I was in Detroit Lakes checking on the cabin and about 20 yards out from shore was a 15-20 yard stretch of nothing but refrozen chunk ice. I don't think I'll walk out there anytime soon, it was looking nasty from all those days before freeze with the 30 mph winds. :eyeroll:

Be careful out there!


----------



## canadianmoose (Jul 30, 2006)

the big lake by my place froze last night, but it was snowing which pretty much made for slush ice, but got another month before the season opens out there so plenty of time to build good ice.


----------



## Bauer (Sep 29, 2005)

west end of audabon near totten trail has some really bad chunk ice.
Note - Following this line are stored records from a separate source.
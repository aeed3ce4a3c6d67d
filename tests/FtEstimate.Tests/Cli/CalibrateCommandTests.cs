using FtEstimate.Cli;
using FtEstimate.Files.Calibration;
using FtEstimate.Tests.Files;

namespace FtEstimate.Tests.Cli;

public sealed class CalibrateCommandTests
{
    private static readonly string[] Committed = File.ReadAllLines(RepositoryFiles.At("src", "FtEstimate", "Noise", CalibrationTable.FileName));

    [Fact]
    public async Task A_complete_table_is_only_fitted()
    {
        string folder = Directory.CreateTempSubdirectory().FullName;
        File.WriteAllLines(Path.Combine(folder, CalibrationTable.FileName), Committed);

        CommandRun run = await CommandRun.Of("calibrate", folder);

        Assert.Equal(ExitStatus.Answer, run.Status);
        Assert.StartsWith("name,value,standard_error\nPrefactor,", File.ReadAllText(Path.Combine(folder, FittedLawFile.FileName)), StringComparison.Ordinal);
        Directory.Delete(folder, recursive: true);
    }

    public static TheoryData<string> Damages => ["a line of another grid", "a line cut short", "a number that is none"];

    [Theory]
    [MemberData(nameof(Damages))]
    public async Task A_damaged_table_is_refused_and_left_alone(string damage)
    {
        string[] lines = [.. Committed];
        lines[3] = damage switch
        {
            "a line of another grid" => lines[3].Replace(",3,X,", ",5,X,", StringComparison.Ordinal).Replace(",3,Z,", ",5,Z,", StringComparison.Ordinal),
            "a line cut short" => lines[3][..20],
            _ => lines[3][..lines[3].LastIndexOf(',')] + ",many",
        };
        string folder = Directory.CreateTempSubdirectory().FullName;
        string path = Path.Combine(folder, CalibrationTable.FileName);
        File.WriteAllLines(path, lines);

        CommandRun run = await CommandRun.Of("calibrate", folder);

        Assert.Equal(ExitStatus.WrongInput, run.Status);
        Assert.Contains(CalibrationTable.FileName, run.Error, StringComparison.Ordinal);
        Assert.Equal(lines, File.ReadAllLines(path));
        Assert.False(File.Exists(Path.Combine(folder, FittedLawFile.FileName)));
        Directory.Delete(folder, recursive: true);
    }
}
Froze then thawed about 50%. The wind blew it around and nastified it. Refrozen now, but not lookin pretty.


----------



## upnorth (Oct 14, 2006)

A solid 6 inches of ice on the red in manitoba...


----------



## njsimonson (Sep 24, 2002)

There's some ugly stuff out on Ashtabula too. Chunky and refrozen near the early-access areas. The "good stuff" we were on last night was 8" or so. No bites, no fish.

The curse begins anew!


----------



## drjongy (Oct 13, 2003)

Now'd the new FL-20 work, Nick. You had the 8 before, right? What do you think about the zoom, pretty nice, eh?


----------



## njsimonson (Sep 24, 2002)

Yup, like watchin HDTV. Nice an clear crisp target seperation, gain and everything else. Pretty solid all around. I like it a lot!


----------



## jpm49878 (Oct 29, 2006)

I like in rapid river mich, and I know since the bad wind we had, the ice has turned to crap. lets try this again.


----------